DESCRIPTION OF THE TASK: Scan the entries below. Report each line where the string "ErrDimension" occurs.

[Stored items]
##########
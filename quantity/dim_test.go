package quantity_test

import (
	"errors"
	"testing"

	"github.com/google/go-cmp/cmp"
	"pgregory.net/rapid"

	q "similis.dev/similis/quantity"
)

func mul(a, b q.Dim) q.Dim {
	d, err := a.Mul(b)
	if err != nil {
		panic(err)
	}
	return d
}

func div(a, b q.Dim) q.Dim {
	d, err := a.Div(b)
	if err != nil {
		panic(err)
	}
	return d
}

// TestSIDerivedUnits checks the dimensions of the 22 SI derived units with
// special names. The base-unit expressions are those of the SI Brochure,
// 9th ed. (2019), Table 4, column "expressed in terms of SI base units";
// the left side builds each dimension from its defining relation.
func TestSIDerivedUnits(t *testing.T) {
	one := q.Dimensionless
	s, m, kg, A, K, mol, cd := q.Time, q.Length, q.Mass, q.Current, q.Temperature, q.Amount, q.LuminousIntensity
	N := mul(kg, div(m, mul(s, s)))
	J := mul(N, m)
	W := div(J, s)
	C := mul(A, s)
	V := div(W, A)
	ohm := div(V, A)
	Wb := mul(V, s)
	cases := []struct {
		name     string
		built    q.Dim
		brochure string // SI Brochure (2019), Table 4
		kind     q.Dim
	}{
		{"radian", div(m, m), "1", one},
		{"steradian", div(mul(m, m), mul(m, m)), "1", one},
		{"hertz", div(one, s), "s^-1", q.Frequency},
		{"newton", N, "kg m s^-2", q.Force},
		{"pascal", div(N, mul(m, m)), "kg m^-1 s^-2", q.Pressure},
		{"joule", J, "kg m^2 s^-2", q.Energy},
		{"watt", W, "kg m^2 s^-3", q.Power},
		{"coulomb", C, "A s", q.Charge},
		{"volt", V, "kg m^2 s^-3 A^-1", q.Voltage},
		{"farad", div(C, V), "kg^-1 m^-2 s^4 A^2", q.Capacitance},
		{"ohm", ohm, "kg m^2 s^-3 A^-2", q.Resistance},
		{"siemens", div(one, ohm), "kg^-1 m^-2 s^3 A^2", q.Conductance},
		{"weber", Wb, "kg m^2 s^-2 A^-1", q.MagneticFlux},
		{"tesla", div(Wb, mul(m, m)), "kg s^-2 A^-1", q.MagneticFluxDensity},
		{"henry", div(Wb, A), "kg m^2 s^-2 A^-2", q.Inductance},
		{"degree Celsius", K, "K", q.Temperature},
		{"lumen", mul(cd, one), "cd", q.LuminousIntensity},
		{"lux", div(cd, mul(m, m)), "cd m^-2", q.Illuminance},
		{"becquerel", div(one, s), "s^-1", q.Frequency},
		{"gray", div(J, kg), "m^2 s^-2", q.AbsorbedDose},
		{"sievert", div(J, kg), "m^2 s^-2", q.AbsorbedDose},
		{"katal", div(mol, s), "mol s^-1", q.CatalyticActivity},
	}
	if len(cases) != 22 {
		t.Fatalf("%d cases, the SI has 22 derived units with special names", len(cases))
	}
	for _, c := range cases {
		got, err := q.ParseDim(c.brochure)
		if err != nil {
			t.Errorf("%s: ParseDim(%q): %v", c.name, c.brochure, err)
			continue
		}
		if got != c.built || got != c.kind {
			t.Errorf("%s: brochure %q gives %v; built %v; kind %v", c.name, c.brochure, got, c.built, c.kind)
		}
	}
}

func TestDimSpellings(t *testing.T) {
	// The forms are those of ISO 80000-1 (dimension) and the SI Brochure
	// (base units); the examples are common practice.
	cases := []struct {
		d                            q.Dim
		iso, isoASCII, unit, unitASC string
	}{
		{q.Pressure, "L⁻¹ M T⁻²", "L^-1 M T^-2", "kg·m⁻¹·s⁻²", "kg m^-1 s^-2"},
		{q.Velocity, "L T⁻¹", "L T^-1", "m·s⁻¹", "m s^-1"},
		{q.Dimensionless, "1", "1", "1", "1"},
		{q.ThermalConductivity, "L M T⁻³ Θ⁻¹", "L M T^-3 Th^-1", "kg·m·s⁻³·K⁻¹", "kg m s^-3 K^-1"},
		{q.StressIntensityFactor, "L^(-1/2) M T⁻²", "L^(-1/2) M T^-2", "kg·m^(-1/2)·s⁻²", "kg m^(-1/2) s^-2"},
		{mul(q.Mass, mul(q.Mass, mul(q.Mass, mul(q.Mass, mul(q.Mass, mul(q.Mass, mul(q.Mass, mul(q.Mass, mul(q.Mass, mul(q.Mass, mul(q.Mass, q.Mass))))))))))), "M¹²", "M^12", "kg¹²", "kg^12"},
	}
	for _, c := range cases {
		got := []string{c.d.String(), c.d.ASCII(), c.d.SIUnit(), c.d.SIUnitASCII()}
		want := []string{c.iso, c.isoASCII, c.unit, c.unitASC}
		if diff := cmp.Diff(want, got); diff != "" {
			t.Errorf("spellings of %v (-want +got):\n%s", c.d, diff)
		}
		for _, s := range want {
			back, err := q.ParseDim(s)
			if err != nil || back != c.d {
				t.Errorf("ParseDim(%q) = %v, %v; want %v", s, back, err, c.d)
			}
		}
	}
}

func TestDimExponents(t *testing.T) {
	noise, err := q.DimOf(q.BaseT, 1, 2) // V/√Hz carries T^(1/2)
	if err != nil {
		t.Fatal(err)
	}
	if e := noise.Exponent(q.BaseT); e != q.MustRat(1, 2) {
		t.Errorf("T exponent = %v, want 1/2", e)
	}
	third, _ := q.DimOf(q.BaseL, 1, 3)
	half, _ := q.DimOf(q.BaseL, 1, 2)
	if e := div(half, third).Exponent(q.BaseL); e != q.MustRat(1, 6) {
		t.Errorf("L^(1/2)/L^(1/3) = L^(%v), want L^(1/6)", e)
	}
	// Pow with a non-representable result is refused.
	if _, err := q.Length.Pow(1, 4); !errors.Is(err, q.ErrDimension) {
		t.Errorf("L^(1/4): err = %v, want a dimension error", err)
	}
	// Overflow is reported, not wrapped: 21 + 1 = 22 > 21⅙.
	big, _ := q.NewDim(21, 0, 0, 0, 0, 0, 0)
	if _, err := big.Mul(q.Length); err == nil {
		t.Error("L²¹·L: want overflow error")
	}
	if _, err := q.NewDim(0, 0, 22, 0, 0, 0, 0); err == nil {
		t.Error("T²²: want range error")
	}
	neg, _ := q.NewDim(0, -21, 0, 0, 0, 0, 0)
	if _, err := neg.Div(q.Mass); err == nil {
		t.Error("M⁻²¹/M: want overflow error")
	}
	if _, err := neg.Pow(-1, 1); err != nil {
		t.Errorf("(M⁻²¹)⁻¹: %v", err)
	}
	// Every exponent −12…12 in sixths is representable in every base.
	for b := q.Base(0); b < q.NumBases; b++ {
		for s := -72; s <= 72; s++ {
			d, err := q.DimOf(b, s, 6)
			if err != nil {
				t.Fatalf("%v^(%d/6): %v", b, s, err)
			}
			if d.Sixths(b) != s {
				t.Fatalf("%v^(%d/6) holds %d sixths", b, s, d.Sixths(b))
			}
		}
	}
	m := map[q.Dim]string{q.Pressure: "p", q.Energy: "E"}
	if m[mul(q.Force, div(q.Dimensionless, q.Area))] != "p" {
		t.Error("Dim as a map key: N/m² does not find pressure")
	}
}

func TestKindName(t *testing.T) {
	cases := map[q.Dim]string{
		q.Pressure:            "pressure, stress",
		q.KinematicViscosity:  "kinematic viscosity, thermal diffusivity, diffusion coefficient",
		q.DynamicViscosity:    "dynamic viscosity",
		mul(q.Power, q.Power): "",
	}
	for d, want := range cases {
		if got := q.KindName(d); got != want {
			t.Errorf("KindName(%v) = %q, want %q", d, got, want)
		}
	}
	if d, ok := q.KindDim("Density"); !ok || d != q.Density {
		t.Errorf("KindDim(Density) = %v, %v", d, ok)
	}
	if n := len(q.Kinds()); n < 30 {
		t.Errorf("%d kinds, want at least 30", n)
	}
}

func TestParseDimErrors(t *testing.T) {
	bad := []string{"L^", "L^(1/0)", "L^(1/2", "X", "kg^-", "m⁻", "L^1234", "L^(1/4)", "L^22", "M²² L", "m//s", "L^(a)"}
	for _, s := range bad {
		_, err := q.ParseDim(s)
		var pe *q.Error
		if !errors.As(err, &pe) {
			t.Errorf("ParseDim(%q): err = %v, want *Error", s, err)
		}
	}
}

func genDim(t *rapid.T, label string) q.Dim {
	var d q.Dim
	for b := q.Base(0); b < q.NumBases; b++ {
		e, err := q.DimOf(b, rapid.IntRange(-36, 36).Draw(t, label), 6)
		if err != nil {
			t.Fatal(err)
		}
		d = mul(d, e)
	}
	return d
}

func TestDimProperties(t *testing.T) {
	rapid.Check(t, func(t *rapid.T) {
		a, b := genDim(t, "a"), genDim(t, "b")
		ab := mul(a, b)
		if div(ab, b) != a {
			t.Fatalf("(%v·%v)/%v ≠ %v", a, b, b, a)
		}
		if mul(a, b) != mul(b, a) {
			t.Fatalf("product not commutative")
		}
		sq, err := a.Pow(2, 1)
		if err != nil {
			t.Fatal(err)
		}
		root, err := sq.Pow(1, 2)
		if err != nil || root != a {
			t.Fatalf("√(%v²) = %v, %v", a, root, err)
		}
		inv, _ := a.Inv()
		if !mul(a, inv).IsDimensionless() {
			t.Fatalf("%v·%v⁻¹ not dimensionless", a, a)
		}
		back, err := q.ParseDim(a.String())
		if err != nil || back != a {
			t.Fatalf("ParseDim(%q) = %v, %v", a.String(), back, err)
		}
		back, err = q.ParseDim(a.SIUnitASCII())
		if err != nil || back != a {
			t.Fatalf("ParseDim(%q) = %v, %v", a.SIUnitASCII(), back, err)
		}
		for k := q.Base(0); k < q.NumBases; k++ {
			if ab.Sixths(k) != a.Sixths(k)+b.Sixths(k) {
				t.Fatalf("lane %v: %d + %d ≠ %d", k, a.Sixths(k), b.Sixths(k), ab.Sixths(k))
			}
		}
	})
}

// TestDimOverflowProperty checks against plain integer arithmetic that a
// product or a quotient overflows exactly when some exponent leaves
// −128…127 sixths, for Dim.Mul and Dim.Div (an error) and for
// Quantity.Mul and Quantity.Div (a panic at that operation).
func TestDimOverflowProperty(t *testing.T) {
	rapid.Check(t, func(t *rapid.T) {
		var ea, eb [q.NumBases]int
		var a, b q.Dim
		for k := range ea {
			ea[k] = rapid.IntRange(-128, 127).Draw(t, "a")
			eb[k] = rapid.IntRange(-128, 127).Draw(t, "b")
			da, _ := q.DimOf(q.Base(k), ea[k], 6)
			db, _ := q.DimOf(q.Base(k), eb[k], 6)
			a, b = mul(a, da), mul(b, db)
		}
		wantOK, wantDivOK := true, true
		for k := range ea {
			if s := ea[k] + eb[k]; s < -128 || s > 127 {
				wantOK = false
			}
			if s := ea[k] - eb[k]; s < -128 || s > 127 {
				wantDivOK = false
			}
		}
		qa, qb := q.New(2, a), q.New(4, b)
		if got := panics(func() { qa.Mul(qb) }); got == wantOK {
			t.Fatalf("Quantity %v·%v: panic = %v, want %v", a, b, got, !wantOK)
		}
		if got := panics(func() { qa.Div(qb) }); got == wantDivOK {
			t.Fatalf("Quantity %v/%v: panic = %v, want %v", a, b, got, !wantDivOK)
		}
		if _, err := a.Div(b); (err == nil) != wantDivOK {
			t.Fatalf("%v/%v: err = %v, want ok = %v", a, b, err, wantDivOK)
		}
		if wantOK && qa.Mul(qb) != q.New(8, mul(a, b)) {
			t.Fatalf("Quantity %v·%v = %v", a, b, qa.Mul(qb))
		}
		d, err := a.Mul(b)
		if (err == nil) != wantOK {
			t.Fatalf("%v·%v: err = %v, want ok = %v", a, b, err, wantOK)
		}
		if err == nil {
			for k := range ea {
				if d.Sixths(q.Base(k)) != ea[k]+eb[k] {
					t.Fatalf("lane %d wrong", k)
				}
			}
		}
	})
}

// panics reports whether f panics with an *Error of class ErrDimension.
func panics(f func()) (p bool) {
	defer func() {
		e, ok := recover().(*q.Error)
		p = ok && e.Class == q.ErrDimension
	}()
	f()
	return false
}

func FuzzParseDim(f *testing.F) {
	for _, s := range []string{"L⁻¹ M T⁻²", "kg m^-1 s^-2", "kg·m^(-1/2)·s⁻²", "Th^-1", "1", "", "L^(", "m⁻⁻"} {
		f.Add(s)
	}
	f.Fuzz(func(t *testing.T, s string) {
		d, err := q.ParseDim(s)
		if err != nil {
			return
		}
		back, err := q.ParseDim(d.String())
		if err != nil || back != d {
			t.Fatalf("ParseDim(%q) = %v; reparse of %q = %v, %v", s, d, d.String(), back, err)
		}
	})
}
##########
RESPONSE:
	if _, err := q.Length.Pow(1, 4); !errors.Is(err, q.ErrDimension) {
// panics reports whether f panics with an *Error of class ErrDimension.
		p = ok && e.Class == q.ErrDimension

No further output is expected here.